Goat Feed and Nutrition

It is a myth that goats can eat everything from tin cans to old shoes. They may chew on objects to see if they’re plants, but eating inanimate objects would make them very sick. Goats are browsers, which means they like to eat shrubs, small trees, berries, twigs and plants. They are not solely grass grazers like sheep, so a pasture that is partially wooded is perfect for goats. In addition to browsing, goats should also have fresh water, a high quality goat feed, hay if extra roughage is needed, vitamins and minerals, which often come in the form of a salt lick. Goats can easily become sick if their food is moldy, so we suggest storing their food in plastic trash cans with lids that are kept up off the damp ground.

Please note, goats can get very sick from eating certain plants. Please research and remove plants that are toxic to goats.

Healthcare and Grooming

Exercise is very important for a goat’s physical and emotional health. Goats are not happy to stand around in the field all day. They are very intelligent and get bored easily. They love toys and goat “playgrounds,” which give them opportunities to climb. Goats also must have playmates, so don’t plan on getting just one goat. They need friends!

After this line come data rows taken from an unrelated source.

def _timed_compute(prepared: str) -> None:
    """The engine's chart work alone, timed as the loop is: given its inputs in memory, nothing
    stored. Read first, untimed (as the loop is given its rows, the control-check times and the
    verification values): the chart input of a full run, the verification checks and the control-check
    times, with the kernels loaded. Timed: the fleet pooled sigma (which the loop is given), every
    chart (compute_charts), the linearity fits, and the X-bar/S groups, run lengths, p-values,
    fleet significance and impact windows of the signals. Prints seconds as JSON."""
    import duckdb

    from pipeline.batch_memory import collector_paused, freed_memory_kept
    from pipeline.charts import kernels
    from pipeline.charts.analyse import (_signals_groups_baselines, _starts, chart_parameters, compute_charts,
                                         read_chart_input, read_verification_checks)
    from pipeline.charts.baselines import pooled_sigma
    from pipeline.charts.linearity import fit_linearity
    from pipeline.charts.signals import control_check_times, unit_codes
    from pipeline.db import ANALYSE_MEMORY_LIMIT, memory_limit
    from pipeline.settings import Settings

    settings = Settings()
    con = duckdb.connect(prepared, read_only=True)
    con.execute("SET enable_progress_bar = false")
    capacity = con.execute("SELECT count(*) FROM check_results").fetchall()[0][0]
    with memory_limit(con, ANALYSE_MEMORY_LIMIT), freed_memory_kept(), collector_paused():
        new = read_chart_input(con, False, 0, set(), capacity=capacity)
        verification = read_verification_checks(con, new)
        _, units, present = unit_codes(new["instrument_id"])
        times = control_check_times(con, units[present], new["measured_at"].min())
        kernels.load_all()
        params = chart_parameters(settings)
        empty = pd.DataFrame()
        t0 = time.perf_counter()
        starts = _starts(new)
        pooled = pooled_sigma(new, starts)
        out = compute_charts(new, empty, empty, empty, pooled, params, starts=starts)
        lin = fit_linearity(verification, settings.charts.verification_window_minutes)
        _, signals, _ = _signals_groups_baselines(out, lin, times, params, settings, con, 1, 1)
        seconds = time.perf_counter() - t0
    con.close()
    print(json.dumps({"seconds": seconds, "points": len(out["points"]), "signals": len(signals)}))


def _add_week(path: str) -> None:
    """Add the held-back week to the analysed fleet at `path` as an ingest delivers it: new check
    ids above every stored one, check_results brought up to date for them and the file
    checkpointed, as `breathfleet ingest` does before it publishes. Prints the seconds of the
    check_results refresh (ingest's work, printed apart from the incremental analyse; the
    checkpoint is not counted) as JSON.
    Run in a process of its own: DuckDB's memory in this process slowed the loop by a third."""
    from pipeline.db import open_database
    from pipeline.settings import Settings
    from pipeline.standards import sync_standards_settings

    con = open_database(path)
    con.execute("UPDATE _bench_week SET check_id = check_id + (SELECT max(check_id) FROM checks)")
    con.execute("INSERT INTO checks SELECT * FROM _bench_week")
    t0 = time.perf_counter()
    sync_standards_settings(con, Settings())
    seconds = time.perf_counter() - t0  # the refresh alone, as an analyse that finds it to do does it
    con.execute("CHECKPOINT")
    con.close()
    print(json.dumps({"seconds": seconds}))


def _in_new_process(function: str, *args: str) -> dict:
    """One of this module's timed functions run in a process of its own, started as `breathfleet`
    starts (pipeline/batch_memory.py prepares it before numpy loads); its last printed line, as JSON."""
    call = f"{function}({', '.join(repr(a) for a in args)})"
    done = subprocess.run([sys.executable, "-c", "from pipeline.batch_memory import prepare_batch_process; "
                           f"prepare_batch_process(); from benchmarks.bench_20_charts import {function}; {call}"],
                          check=True, stdout=subprocess.PIPE, text=True)
    return json.loads(done.stdout.strip().splitlines()[-1])


def _analyse_in_new_process(path: Path) -> tuple[SimpleNamespace, float, dict]:
    """analyse_fleet timed in a process of its own, as `breathfleet run` (or `analyse`) runs it after
    an ingest: numpy imported after the console script's preparation (pipeline/batch_memory.py),
    the database freshly opened, not the memory state this process is left in by preparing the
    fleet. Returns the run (its fields), its seconds, and its CPU seconds (user, kernel) and page
    faults: the host's speed at handling page faults varies, and with it the engine's time."""
    out = _in_new_process("_timed_analyse", str(path))
    return SimpleNamespace(**out["run"]), out["seconds"], out["cpu"]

With all this goat play there are bound to be accidents, so be prepared with a goat first aide kit. Ask your veterinarian what they suggest you include in the kit. Also, ask your vet about their suggested deworming and vaccination schedules, as these are very important to keep goats healthy.

Just like dogs, goats require regular bathing, brushing and they will need to have their nails, or rather hooves, trimmed once a month to prevent bending, cracking and infection.

Whether you are thinking of getting goats for their milk, fiber, meat or just to keep as pets, we hope this beginner’s guide to goat care will get you on your way toward a future of many goat adventures!